======== Information given

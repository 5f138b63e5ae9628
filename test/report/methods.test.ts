/**
 * The methods paragraph states what the audit actually did: every number checked here is
 * read from the fixture (or from a changed copy), never written into the source.
 */
import { describe, expect, it } from 'vitest';
import { cautionsText, methodsText } from '../../src/report/methods.ts';
import type { AuditResult, IntervalRecord } from '../../src/types.ts';
import { activityFixture, weightsFixture } from '../fixtures/audit-result.ts';

function eachRecord(r: AuditResult, f: (rec: IntervalRecord) => void): void {
  for (const ds of r.datasets) for (const m of [...Object.values(ds.measures), ...Object.values(ds.eventMeasures ?? {})]) if (m?.intervalRecord) f(m.intervalRecord);
}

describe('methodsText', () => {
  it('states the fixture’s resamples, seed, level, block lengths, negatives policy, bin width and version', () => {
    const r = activityFixture();
    // The negatives policy is stated only where some dataset had negative values: give it one.
    r.datasets[1]!.findings.push({ level: 'caution', code: 'negative-values', message: '4 negative cells, set to 0 (rectify).', where: ['unit 2'], count: 4 });
    const { plain, markdown } = methodsText(r);
    const rec = r.datasets[0]!.measures.population_sparseness!.intervalRecord!;
    expect(plain).toContain(`${rec.resamples} resamples`);
    expect(plain).toContain(`seed ${rec.seed}`);
    expect(plain).toContain(`${rec.level * 100}%`);
    expect(plain).toContain(`${rec.blockLength} bins (rig-a-2024-01)`);
    expect(plain).toContain(`${r.datasets[1]!.measures.population_sparseness!.intervalRecord!.blockLength} bins (rig-a-2024-02)`);
    expect(plain).toContain('chosen automatically');
    expect(plain).toContain('set to zero (rectified)'); // negatives: 'rectify'
    expect(plain).toContain(`${(r.parameters as { bin_ms: number }).bin_ms} ms`);
    expect(plain).toContain(`Lacuna ${r.tool.version}`);
    expect(plain).toContain('moving-block bootstrap');
    expect(plain).toContain('percentile intervals'); // kurtosis uses the percentile method in the fixture
    expect(plain).toContain('silent bins (36, in rig-a-2024-01)'); // exclusion finding in words, with its count
    expect(plain).not.toContain('silent-bins'); // never the internal code
    expect(plain).toContain('robust standard deviations'); // events are on in the fixture
    expect(plain).toContain('window from 0 s to 30 s');
    expect(markdown).toContain('*g*₂');
    expect(plain).not.toContain('*');
  });

  it('changes when the bootstrap settings and policies change (nothing hard-coded)', () => {
    const r = activityFixture();
    eachRecord(r, (rec) => {
      rec.resamples = 4999;
      rec.seed = 31337;
      rec.level = 0.9;
      if (rec.blockLength !== null) {
        rec.blockLength = 17;
        rec.blockLengthChoice = 'set';
      }
    });
    r.parameters.negatives = 'keep';
    r.datasets[1]!.findings.push({ level: 'caution', code: 'negative-values', message: '4 negative cells, kept.', where: ['unit 2'], count: 4 });
    r.parameters.zero_tolerance = 0.001;
    r.parameters.bin_ms = 33;
    r.parameters.events = null;
    r.tool.version = '9.8.7';
    const { plain, citations } = methodsText(r);
    expect(plain).toContain('4999 resamples');
    expect(plain).toContain('seed 31337');
    expect(plain).toContain('90%');
    expect(plain).toContain('17 bins (rig-a-2024-01, set in the manifest)');
    expect(plain).toContain('kept as recorded');
    expect(plain).toContain('at most 0.001');
    expect(plain).toContain('33 ms');
    expect(plain).toContain('Lacuna 9.8.7');
    for (const old of ['2000 resamples', '20240117', '95%', '12 bins', '50 ms', 'rectified', 'robust standard deviations']) expect(plain).not.toContain(old);
    // Block lengths set by hand: the automatic-selection papers are not cited.
    expect(citations).not.toContain('politis2004');
  });

  it('describes the drift screening from the drift settings', () => {
    const r = activityFixture();
    const ewma = methodsText(r);
    expect(ewma.plain).toContain('λ = 0.2');
    expect(ewma.plain).toContain('±3σ');
    expect(ewma.plain).toContain(`${r.drift!.testsRun} tests`);
    expect(ewma.citations).toEqual(expect.arrayContaining(['roberts1959', 'holm1979', 'gilbert1987', 'theil1950', 'sen1968']));
    expect(ewma.plain).toContain('Theil–Sen slope (Theil 1950; Sen 1968)');
    r.drift!.chart = 'cusum';
    r.drift!.adjustment = 'bh';
    (r.parameters.drift as Record<string, unknown>).cusum_h = 4;
    const cusum = methodsText(r);
    expect(cusum.plain).toContain('CUSUM');
    expect(cusum.plain).toContain('H = 4σ');
    expect(cusum.citations).toEqual(expect.arrayContaining(['page1954', 'benjamini1995']));
    expect(cusum.citations).not.toContain('roberts1959');
    r.drift = null;
    expect(methodsText(r).plain).not.toContain('drift');
  });

  it('escapes user text in Markdown and keeps it verbatim in plain text', () => {
    const r = activityFixture();
    r.datasets[0]!.id = 'rig_*a*[1]';
    const { markdown, plain } = methodsText(r);
    expect(plain).toContain('rig_*a*[1]');
    expect(markdown).toContain('rig\\_\\*a\\*\\[1\\]');
    // Parentheses and pipes start no Markdown inside running text: left as they are.
    r.datasets[0]!.id = 'rig (a|b)';
    expect(methodsText(r).markdown).toContain('rig (a|b)');
  });

  it('describes a weights audit with its own settings', () => {
    const r = weightsFixture();
    const { plain } = methodsText(r);
    // Weights are the whole network, not a sample: the audit attaches no sampling interval.
    expect(plain).toContain('No bootstrap intervals were computed');
    expect(plain).toContain('all weights of a dataset taken together');
    expect(plain).toContain('Graph density');
    expect(plain).not.toContain('moving-block');
    expect(plain).not.toContain('resampled');
  });
});

describe('cautionsText', () => {
  it('lists the assumptions that apply, and only those', () => {
    const r = activityFixture();
    const c = cautionsText(r);
    expect(c.items.some((s) => s.includes('independent'))).toBe(true);
    expect(c.items.some((s) => s.includes('stationary') && s.includes('12, 9 bins'))).toBe(true);
    expect(c.items.some((s) => s.includes('screening aids'))).toBe(true);
    expect(c.items.some((s) => s.includes('human participants'))).toBe(true);
    expect(c.items.some((s) => s.includes('indicator’s kinetics'))).toBe(true);
    expect(c.markdown.split('\n').filter((l) => l.startsWith('- ')).length).toBe(c.items.length);
    const w = cautionsText(weightsFixture());
    expect(w.items.some((s) => s.includes('screening aids'))).toBe(false);
    expect(w.items.some((s) => s.includes('stationary'))).toBe(false);
    expect(w.items.some((s) => s.includes('indicator'))).toBe(false);
    expect(w.items.some((s) => s.includes('human participants'))).toBe(true);
  });

  it('says nothing about a negatives policy when no dataset had negative values', () => {
    const r = activityFixture(); // negatives: rectify, and no negative-values finding
    expect(cautionsText(r).items.some((s) => /negative/i.test(s))).toBe(false);
    expect(methodsText(r).plain).not.toMatch(/negative values/i);
    r.datasets[0]!.findings.push({ level: 'caution', code: 'negative-values', message: '2 negative cells, set to 0.', where: ['unit 1'], count: 2 });
    expect(cautionsText(r).items.some((s) => s.includes('Negative values were set to zero'))).toBe(true);
    expect(methodsText(r).plain).toContain('Negative values were set to zero (rectified)');
  });
});
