def _symmetric_two_port(ts, matrix_format: str) -> np.ndarray:
    """S of a triangular v2 2-port rebuilt from the raw values (scikit-rf 2.2.0 leaves
    S12/S21 uninitialised when it applies the legacy 21_12 order to a triangle)."""
    from skrf import network as skn

    rows, cols = np.triu_indices(2) if matrix_format == "upper" else np.tril_indices(2)
    m = np.zeros((ts.f.size, 2, 2), dtype=complex)
    m[:, rows, cols] = ts.s_flat
    m[:, cols, rows] = ts.s_flat
    if ts.parameter in ("z", "y"):            # v2 Z/Y are in ohms/siemens, not normalised
        m = getattr(skn, f"{ts.parameter}2s")(m, ts.z0)
    return m


def _reflection_at_port(network, port: int, z0: float, where: str) -> np.ndarray:
    """S_pp (1-based port) with every port referred to ``z0`` ohm."""
    nports = network.nports
    if not 1 <= port <= nports:
        raise InputFileError(f"port {port} is out of range: the file has {nports} port"
                             f"{'s' if nports > 1 else ''} (1..{nports})", where=where)
    if not z0 > 0:
        raise InputFileError(f"reference impedance {z0} ohm must be positive", where=where)
    if not np.allclose(network.z0, z0, rtol=1e-12, atol=0):
        network.renormalize(z0)
    return network.s[:, port - 1, port - 1].copy()


def _check_passive(s_pp: np.ndarray, freq_hz: np.ndarray, port: int, text: str, where: str) -> None:
    """Refuse |S_pp| > 1.2, warn above 1.05 (see the module docstring)."""
    mag = np.abs(s_pp)
    worst = int(np.argmax(mag))
    if mag[worst] <= PASSIVE_NOISE_LIMIT:
        return
    name = f"S{port}{port}"
    at = format_si(float(freq_hz[worst]), "Hz", 4)
    if mag[worst] > PASSIVE_REFUSE_LIMIT:
        lines = _scan(text, where).record_lines
        line = lines[worst] if worst < len(lines) else None
        raise InputFileError(
            f"|{name}| = {mag[worst]:.3f} at {at}: a passive antenna cannot reflect more than it "
            f"receives (limit {PASSIVE_REFUSE_LIMIT}); check the calibration and the option line's "
            "format and units", where=where, line=line)
    warnings.warn(IngestWarning(
        f"{where}: |{name}| reaches {mag[worst]:.3f} at {at} (above 1: noise or calibration drift?)"))


# --- locating problems in the text (error path only) ---------------------------------------

@dataclass
class _Scan:
    """What a line-by-line reading of the text found."""

    problem: tuple[int | None, str] | None = None   # (line, message) of the first problem
    record_lines: list[int] = field(default_factory=list)   # line of each network data row
    option_line: int | None = None


class _Found(Exception):
    def __init__(self, line: int | None, message: str):
        super().__init__(message)
        self.line = line
        self.message = message
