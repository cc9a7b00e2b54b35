"""Two-element L-network matching: closed form at one frequency, optimised over a band.

Conventions (../shared/interfaces.md): elements run from the SOURCE port (analyzer /
radio, reference impedance ``z0``) toward the load; return loss is a positive number of
dB, ``RL = -20 log10|Gamma_in|``; values are SI (H, F).

* :func:`match_at` solves the L-network exactly at one frequency with Pozar's design
  equations (Microwave Engineering 4th ed., Sec. 5.1, eqs. 5.3 and 5.6): up to four
  solutions, ideal parts.
* :func:`match_band` maximises the *worst* return loss over a band for every
  arrangement (the eight two-element :data:`pipeline.networks.TOPOLOGIES`, the four
  single parts), with the part models of a :class:`~pipeline.parts.PartLibrary`, and then
  picks the best combination of standard (E-series) values around each optimum.
* :func:`worst_return_loss` is the vectorised scorer behind it (candidates x units x
  frequencies in one call), reused by the lot-level shared-network search.
"""

from __future__ import annotations

import math
from dataclasses import dataclass

import numpy as np

from pipeline import metrics
from pipeline.elements import KINDS, POSITIONS, Element, part_impedance
from pipeline.errors import MatchError
from pipeline.networks import (TOPOLOGIES, Topology, delivered_fraction, element_ladder,
                               gamma_in, reflection)
from pipeline.parts import (PartLibrary, check_series, ideal_library, mantissas, nearest_standard,
                            neighbours, standard_values)
from pipeline.units import format_si

SINGLE_PARTS: tuple[Topology, ...] = tuple(Topology((p,), (k,)) for p in POSITIONS for k in KINDS)
"""The one-part arrangements: series-L, series-C, shunt-L, shunt-C."""

_REL_TOL = 1e-9          # R == z0, G == 1/z0, Z == z0 within this relative tolerance
_GRID_PER_DECADE = 8     # coarse search grid over the library's value ranges
_GRID_MAX_FREQS = 16     # band points the coarse grid is scored on (edges always included)
_SEARCH_MAX_FREQS = 16   # band points the minimax search starts from (it adds the worst ones)
_FIRST_STEP = math.log(10) / _GRID_PER_DECADE / 2   # half a grid cell, in log-value
_RESTART_STEP = 0.01     # log-value step after adding points to the search
_MAX_SEARCH_STEPS = 400  # bound on Nelder-Mead iterations
_MAX_EXCHANGES = 6       # bound on adding worst points to the search subset
_SNAP_NEIGHBOURS = 2     # standard values tried below and above each continuous optimum
_MIN_GAIN_DB = 0.01      # a network must beat the bare load by this much to be listed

================

Exercise: Give the number of lines in the entries that include the string "coarse", and nothing more.

Reply to the task: 2